I have a tiff file images which are the scanned documents. I have to read the text content for eg barcode, name of applicant, dob etc. Can someone please help with this. Once again my tiff files are scanned images.
Hi Dinesh, What you need is to translate images into text, this is done via 'OCR' or 'Optical Character Recognition'. There is no built-in library to do that, so you will need to find an OCR library to help you do the work.
Ulf Dittmer wrote:The best-known Java library for OCR is called Tesseract, you'll find that easily.

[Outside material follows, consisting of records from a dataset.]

import { useEffect, useRef } from 'react';
import type { Fault } from './use-sent-form';

/** What is wrong with a form, at its head: takes focus after a failed sending and leads to each field. */
export function FaultSummary({ faults, failures }: { faults: readonly Fault[]; failures: number }) {
  const box = useRef<HTMLDivElement>(null);
  const told = useRef(0);
  // once for every failed sending, whenever its faults are there to be read
  useEffect(() => {
    if (failures === told.current || box.current === null) return;
    told.current = failures;
    box.current.focus();
  });
  if (failures === 0 || faults.length === 0) return null;
  return (
    <div ref={box} tabIndex={-1} role="alert" className="border-l-4 border-ink bg-wash px-4 py-3">
      <p className="font-semibold">
        {faults.length === 1 ? 'One thing to put right' : `${faults.length} things to put right`}
      </p>
      <ul className="mt-1">
        {faults.map((fault) => (
          <li key={`${fault.fieldId}${fault.detail}`}>
            {fault.fieldId === null ? (
              fault.detail
            ) : (
              <a
                className="act-text inline-block py-0.5"
                href={`#${fault.fieldId}`}
                onClick={(event) => {
                  event.preventDefault();
                  document.getElementById(fault.fieldId!)?.focus();
                }}
              >
                {fault.detail}
              </a>
            )}
          </li>
        ))}
      </ul>
    </div>
  );
}
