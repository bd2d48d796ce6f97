import { endpoint } from '~/server/http/endpoint';
import { otherMethods } from '~/server/http/other-methods';
import { sentFile } from '~/server/http/sent-file';
import { created } from '~/server/http/respond';
import { meshOperations } from '~/server/openapi/operations/meshes';
import { uploadMesh } from '~/server/services/upload-mesh';

export const POST = endpoint(
  meshOperations.uploadMesh,
  async ({ context, actor, query, request }) =>
    created(await uploadMesh(context, actor, { ...query, sent: sentFile(request) })),
);

export const ALL = otherMethods({ POST });
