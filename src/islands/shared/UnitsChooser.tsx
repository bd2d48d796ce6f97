import { lengthUnits, lengthUnitWords } from '~/domain/units/length-unit';
import { volumeUnits, volumeUnitWords } from '~/domain/units/volume-unit';
import { useUnitsPreference } from './units-preference';
import { useAwake } from './use-awake';

/** Units of one person, remembered; every figure on the page follows. */
export function UnitsChooser({ person }: { person: string }) {
  const awake = useAwake();
  const [units, change] = useUnitsPreference(person);
  return (
    <fieldset disabled={!awake} className="flex flex-wrap gap-x-6 gap-y-3">
      <legend className="sr-only">Units</legend>
      <label className="label min-w-32 flex-1">
        Depth in
        <select
          className="typed text-base"
          value={units.length}
          onChange={(event) =>
            change({ length: event.target.value as (typeof lengthUnits)[number] })
          }
        >
          {lengthUnits.map((unit) => (
            <option key={unit} value={unit}>
              {lengthUnitWords[unit]}
            </option>
          ))}
        </select>
      </label>
      <label className="label min-w-32 flex-1">
        Volume in
        <select
          className="typed text-base"
          value={units.volume}
          onChange={(event) =>
            change({ volume: event.target.value as (typeof volumeUnits)[number] })
          }
        >
          {volumeUnits.map((unit) => (
            <option key={unit} value={unit}>
              {volumeUnitWords[unit]}
            </option>
          ))}
        </select>
      </label>
    </fieldset>
  );
}
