import { problemFrom, unreachable } from './problem';

/**
 * POST of a file to `/api/v1`, telling how much of it is sent (0 to 1). Only api.ts uses it: `fetch` does not tell. The
 * answer's JSON, unchecked; refusals are thrown as `ApiProblem`.
 */
export function sendFile(
  path: string,
  file: Blob,
  onSent: (part: number) => void,
): Promise<unknown> {
  return new Promise((resolve, reject) => {
    const request = new XMLHttpRequest();
    request.open('POST', `/api/v1${path}`);
    request.setRequestHeader('accept', 'application/json');
    request.setRequestHeader('content-type', 'application/octet-stream');
    request.upload.onprogress = ({ loaded, total }) => onSent(total > 0 ? loaded / total : 0);
    request.onerror = () => reject(unreachable());
    request.onload = () => {
      const answer = new Response(request.responseText, {
        status: request.status,
        headers: { 'content-type': request.getResponseHeader('content-type') ?? '' },
      });
      const settled = answer.ok
        ? answer.json()
        : problemFrom(answer).then((problem) => Promise.reject(problem));
      settled.then(resolve, reject);
    };
    request.send(file);
  });
}
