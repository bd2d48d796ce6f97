import { z } from 'zod/v4';
import { length, solidFields } from '../../solid';

/** Elliptic section with flat ends, lying along x or y. */
export const ovalSchema = z.strictObject({
  ...solidFields,
  kind: z.literal('oval'),
  /** Along the axis. */
  length,
  /** Across it, level. */
  width: length,
  /** Along z. */
  height: length,
  axis: z.enum(['x', 'y'], 'The axis of an oval is "x" or "y".').optional(),
});
export type Oval = z.infer<typeof ovalSchema>;
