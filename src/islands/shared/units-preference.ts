import { useCallback, useSyncExternalStore } from 'react';
import { z } from 'zod/v4';
import { lengthUnits } from '~/domain/units/length-unit';
import { volumeUnits } from '~/domain/units/volume-unit';

/** Units and paper that one person chose, remembered in this browser. */
const preference = z.object({
  length: z.enum(lengthUnits),
  volume: z.enum(volumeUnits),
  paper: z.enum(['a4', 'letter']),
});
export type UnitsPreference = z.infer<typeof preference>;

const usual: UnitsPreference = { length: 'mm', volume: 'l', paper: 'a4' };
const listeners = new Set<() => void>();
const seen = new Map<string, { text: string | null; value: UnitsPreference }>();
/** Stands in when the browser keeps nothing (private window): the choice then lasts as long as the page. */
const unkept = new Map<string, string>();

const keyOf = (person: string): string => `dipwright.units.${person}`;

/** The choice of a person (an id or an address) and the way to change it; the server renders the usual one. */
export function useUnitsPreference(
  person: string,
): [UnitsPreference, (change: Partial<UnitsPreference>) => void] {
  const value = useSyncExternalStore(
    subscribe,
    () => readPreference(person),
    () => usual,
  );
  const change = useCallback(
    (part: Partial<UnitsPreference>) => {
      keep(keyOf(person), JSON.stringify({ ...readPreference(person), ...part }));
      for (const listener of listeners) listener();
    },
    [person],
  );
  return [value, change];
}

/** The same object as long as the kept text is the same, as React's store contract wants. */
export function readPreference(person: string): UnitsPreference {
  const key = keyOf(person);
  const text = kept(key);
  const last = seen.get(key);
  if (last !== undefined && last.text === text) return last.value;
  const parsed = preference.partial().safeParse(parse(text));
  const value = parsed.success ? { ...usual, ...parsed.data } : usual;
  seen.set(key, { text, value });
  return value;
}

function subscribe(listener: () => void): () => void {
  listeners.add(listener);
  window.addEventListener('storage', listener);
  return () => {
    listeners.delete(listener);
    window.removeEventListener('storage', listener);
  };
}

function kept(key: string): string | null {
  try {
    return localStorage.getItem(key) ?? unkept.get(key) ?? null;
  } catch {
    return unkept.get(key) ?? null;
  }
}

function keep(key: string, text: string): void {
  try {
    localStorage.setItem(key, text);
  } catch {
    unkept.set(key, text);
  }
}

function parse(text: string | null): unknown {
  try {
    return text === null ? {} : JSON.parse(text);
  } catch {
    return {};
  }
}
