import { useAwake } from './use-awake';

/** A moment in the reader's own time; the server, which cannot know it, writes it in UTC. */
export function Moment({ at, withTime = true }: { at: string; withTime?: boolean }) {
  const here = useAwake();
  const text = new Intl.DateTimeFormat('en-GB', {
    day: 'numeric',
    month: 'short',
    year: 'numeric',
    ...(withTime ? { hour: '2-digit', minute: '2-digit' } : {}),
    ...(here ? {} : { timeZone: 'UTC' }),
  }).format(new Date(at));
  return (
    <time dateTime={at} className="whitespace-nowrap">
      {text}
      {!here && withTime ? ' UTC' : ''}
    </time>
  );
}
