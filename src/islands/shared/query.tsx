import { QueryClient, QueryClientProvider } from '@tanstack/react-query';
import { useState, type ReactNode } from 'react';
import { ApiProblem } from './problem';

/** The react-query provider that every island with server data wraps itself in: one client an island. */
export function Query({ children }: { children: ReactNode }) {
  const [client] = useState(queryClient);
  return <QueryClientProvider client={client}>{children}</QueryClientProvider>;
}

/** Only a lost line is worth asking again; a refusal stays a refusal. */
function queryClient(): QueryClient {
  return new QueryClient({
    defaultOptions: {
      queries: {
        staleTime: 30_000,
        retry: (count, error) =>
          count < 2 && error instanceof ApiProblem && (error.status === 0 || error.status === 503),
      },
      // a reading or a save is sent again by the person, with its own key
      mutations: { retry: false, networkMode: 'always' },
    },
  });
}
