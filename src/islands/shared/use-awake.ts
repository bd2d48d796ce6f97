import { useSyncExternalStore } from 'react';

const nothing = () => () => {};

/**
 * false on the server and until React has taken the page over. What would be lost if it were typed
 * or pressed before that is disabled until then.
 */
export function useAwake(): boolean {
  return useSyncExternalStore(
    nothing,
    () => true,
    () => false,
  );
}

There are separate libraries for detecting barcodes; searching for "java barcode detection" or some such phrase will find them.
Hi Ulf Dittmer,
Can you please provide me some link where I can get some more details of Tesseract as how to implement in java/ how to use it in java. I have googled for Tesseract but did'nt succeed in understanding it.
Joined: Mar 22, 2005
I've never used Tesseract, so I can't help. But I notice that there's an extensive FAQ on the site, and it also has forums. Those should get you going.
Joined: Jul 18, 2012
I have done image reading through aspriseOCR.jar and aspriseTIFF.jar but this is paid version. Is Tesseract a free for commercial use.
I am posting the code below which I used to read tiff content and also we have to put to DevIL.dll,ILU.dll & AspriseOCR.dll in windows/system32.
Joined: Jul 18, 2012
This time I am trying to read tiff image content through tesseract. I have download tesseract.exe and install. I am running the tesseract using command prompt and got the following error.
Tesseract Open Source OCR Engine v3.02 with Leptonica
Cannot open input file: 700466293_00000001.tif
now my query is how to install leptonica, I have downloaded leptonica-1.68-win32-lib-include-dirs.zip, can some one please tell how to implement this with tesseract
The below command is working fine to read tif file and will generate out.txt having tiff text content.
Actually I was giving wrong file name and was Tesseract Open Source OCR Engine v3.02 with Leptonica error.